Each line of the material that mentions the word "ends" is to be copied.

## Given entries
┄┄┄┄┄┄

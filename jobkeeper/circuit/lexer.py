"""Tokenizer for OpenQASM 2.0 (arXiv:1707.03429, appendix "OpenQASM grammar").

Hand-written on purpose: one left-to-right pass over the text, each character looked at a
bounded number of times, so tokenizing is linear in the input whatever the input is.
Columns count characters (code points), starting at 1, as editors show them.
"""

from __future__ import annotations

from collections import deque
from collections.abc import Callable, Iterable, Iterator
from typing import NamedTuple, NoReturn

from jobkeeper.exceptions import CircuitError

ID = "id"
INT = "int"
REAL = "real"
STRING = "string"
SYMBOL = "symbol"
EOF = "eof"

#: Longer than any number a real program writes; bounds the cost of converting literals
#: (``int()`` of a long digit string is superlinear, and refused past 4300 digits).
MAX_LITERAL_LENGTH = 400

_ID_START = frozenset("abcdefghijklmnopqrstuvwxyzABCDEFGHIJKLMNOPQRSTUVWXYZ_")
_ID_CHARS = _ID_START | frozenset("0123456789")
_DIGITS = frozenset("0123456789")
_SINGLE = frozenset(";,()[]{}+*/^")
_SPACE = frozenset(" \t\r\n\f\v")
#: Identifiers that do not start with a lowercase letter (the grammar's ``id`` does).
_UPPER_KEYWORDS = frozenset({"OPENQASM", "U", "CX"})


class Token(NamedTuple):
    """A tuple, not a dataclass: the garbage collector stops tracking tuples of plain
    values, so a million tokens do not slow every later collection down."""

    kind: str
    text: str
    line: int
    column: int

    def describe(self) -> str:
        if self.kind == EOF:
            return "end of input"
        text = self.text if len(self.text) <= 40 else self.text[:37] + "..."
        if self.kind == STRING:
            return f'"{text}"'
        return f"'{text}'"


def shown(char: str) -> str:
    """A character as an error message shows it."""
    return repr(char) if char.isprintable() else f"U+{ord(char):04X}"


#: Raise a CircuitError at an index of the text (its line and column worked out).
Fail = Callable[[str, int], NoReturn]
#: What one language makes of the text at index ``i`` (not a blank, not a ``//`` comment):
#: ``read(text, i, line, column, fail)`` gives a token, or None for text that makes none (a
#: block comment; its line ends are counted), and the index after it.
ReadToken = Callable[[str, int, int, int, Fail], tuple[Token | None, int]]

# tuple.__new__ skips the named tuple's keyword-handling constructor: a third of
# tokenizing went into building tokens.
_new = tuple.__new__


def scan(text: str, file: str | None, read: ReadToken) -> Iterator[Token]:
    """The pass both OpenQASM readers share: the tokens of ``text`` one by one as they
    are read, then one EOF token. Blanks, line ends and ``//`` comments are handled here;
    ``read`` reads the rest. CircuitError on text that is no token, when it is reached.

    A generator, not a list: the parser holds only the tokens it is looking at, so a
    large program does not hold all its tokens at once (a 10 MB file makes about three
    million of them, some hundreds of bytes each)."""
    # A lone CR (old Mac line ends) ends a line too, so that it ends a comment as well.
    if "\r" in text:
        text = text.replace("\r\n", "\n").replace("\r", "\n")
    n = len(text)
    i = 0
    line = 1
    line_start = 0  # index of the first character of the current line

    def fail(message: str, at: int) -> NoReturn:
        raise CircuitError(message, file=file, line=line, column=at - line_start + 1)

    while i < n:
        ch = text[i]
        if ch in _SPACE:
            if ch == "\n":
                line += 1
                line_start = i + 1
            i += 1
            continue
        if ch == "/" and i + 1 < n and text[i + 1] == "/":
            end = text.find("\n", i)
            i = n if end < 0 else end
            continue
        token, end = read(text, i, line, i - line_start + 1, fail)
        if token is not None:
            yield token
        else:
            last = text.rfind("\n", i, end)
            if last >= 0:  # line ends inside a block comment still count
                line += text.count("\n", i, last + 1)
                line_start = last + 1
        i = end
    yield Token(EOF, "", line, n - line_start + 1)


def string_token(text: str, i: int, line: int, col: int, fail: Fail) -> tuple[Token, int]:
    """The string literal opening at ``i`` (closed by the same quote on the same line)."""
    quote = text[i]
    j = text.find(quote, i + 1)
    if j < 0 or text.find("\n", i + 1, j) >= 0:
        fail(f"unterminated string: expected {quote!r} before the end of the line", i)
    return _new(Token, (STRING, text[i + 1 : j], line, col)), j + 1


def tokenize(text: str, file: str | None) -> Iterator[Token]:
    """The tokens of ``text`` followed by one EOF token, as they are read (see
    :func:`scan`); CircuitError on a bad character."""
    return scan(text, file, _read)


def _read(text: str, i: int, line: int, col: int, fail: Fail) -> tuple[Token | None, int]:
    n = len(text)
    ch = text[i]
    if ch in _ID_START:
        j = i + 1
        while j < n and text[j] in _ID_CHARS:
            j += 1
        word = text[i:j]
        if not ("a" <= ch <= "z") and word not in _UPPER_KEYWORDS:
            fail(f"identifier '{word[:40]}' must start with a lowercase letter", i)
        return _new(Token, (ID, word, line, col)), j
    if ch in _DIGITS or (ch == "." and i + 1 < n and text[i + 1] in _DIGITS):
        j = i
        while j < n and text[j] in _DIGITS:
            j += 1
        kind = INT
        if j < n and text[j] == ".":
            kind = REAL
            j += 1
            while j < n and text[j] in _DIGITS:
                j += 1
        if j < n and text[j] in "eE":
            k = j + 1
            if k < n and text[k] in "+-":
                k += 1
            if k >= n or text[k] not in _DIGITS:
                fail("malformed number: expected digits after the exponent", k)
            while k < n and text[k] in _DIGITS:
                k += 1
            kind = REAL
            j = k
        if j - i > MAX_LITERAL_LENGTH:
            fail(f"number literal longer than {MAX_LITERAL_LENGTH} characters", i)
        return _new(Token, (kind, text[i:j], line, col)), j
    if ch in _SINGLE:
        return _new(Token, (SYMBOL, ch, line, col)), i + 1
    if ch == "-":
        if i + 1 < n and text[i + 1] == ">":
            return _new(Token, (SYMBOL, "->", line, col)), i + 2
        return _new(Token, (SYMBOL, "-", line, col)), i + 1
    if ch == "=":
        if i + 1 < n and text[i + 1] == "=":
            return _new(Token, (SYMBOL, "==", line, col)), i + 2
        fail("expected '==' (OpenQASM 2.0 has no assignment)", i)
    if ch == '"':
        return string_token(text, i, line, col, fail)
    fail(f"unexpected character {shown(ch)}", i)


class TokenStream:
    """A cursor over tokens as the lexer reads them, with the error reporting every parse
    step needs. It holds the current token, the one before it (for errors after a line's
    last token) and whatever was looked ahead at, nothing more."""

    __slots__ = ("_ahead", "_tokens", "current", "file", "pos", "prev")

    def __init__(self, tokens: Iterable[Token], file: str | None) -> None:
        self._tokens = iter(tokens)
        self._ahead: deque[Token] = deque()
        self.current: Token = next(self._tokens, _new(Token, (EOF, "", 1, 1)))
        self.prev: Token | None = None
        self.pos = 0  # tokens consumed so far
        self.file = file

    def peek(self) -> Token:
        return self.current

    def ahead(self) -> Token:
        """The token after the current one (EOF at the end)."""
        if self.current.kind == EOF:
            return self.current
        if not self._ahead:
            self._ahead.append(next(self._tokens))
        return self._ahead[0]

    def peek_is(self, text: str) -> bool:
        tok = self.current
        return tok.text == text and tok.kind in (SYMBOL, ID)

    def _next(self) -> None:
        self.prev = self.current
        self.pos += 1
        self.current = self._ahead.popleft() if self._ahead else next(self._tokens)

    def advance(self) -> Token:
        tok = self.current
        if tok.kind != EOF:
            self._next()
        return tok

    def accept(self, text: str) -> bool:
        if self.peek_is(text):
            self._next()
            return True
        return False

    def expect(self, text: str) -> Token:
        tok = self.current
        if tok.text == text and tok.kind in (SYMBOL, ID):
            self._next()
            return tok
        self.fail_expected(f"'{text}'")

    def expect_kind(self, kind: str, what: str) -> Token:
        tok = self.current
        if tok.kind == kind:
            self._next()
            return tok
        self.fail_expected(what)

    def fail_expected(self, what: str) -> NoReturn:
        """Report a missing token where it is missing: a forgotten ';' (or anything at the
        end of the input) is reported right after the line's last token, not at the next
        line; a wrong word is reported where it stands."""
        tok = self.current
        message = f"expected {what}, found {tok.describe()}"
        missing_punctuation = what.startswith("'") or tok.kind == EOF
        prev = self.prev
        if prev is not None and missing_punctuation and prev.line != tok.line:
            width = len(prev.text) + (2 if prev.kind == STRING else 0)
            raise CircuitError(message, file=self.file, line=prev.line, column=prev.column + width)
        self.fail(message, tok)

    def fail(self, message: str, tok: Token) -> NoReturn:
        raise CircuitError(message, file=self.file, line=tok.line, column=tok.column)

┄┄┄┄┄┄

## Reply
#: block comment; its line ends are counted), and the index after it.
    are read, then one EOF token. Blanks, line ends and ``//`` comments are handled here;
    # A lone CR (old Mac line ends) ends a line too, so that it ends a comment as well.
            if last >= 0:  # line ends inside a block comment still count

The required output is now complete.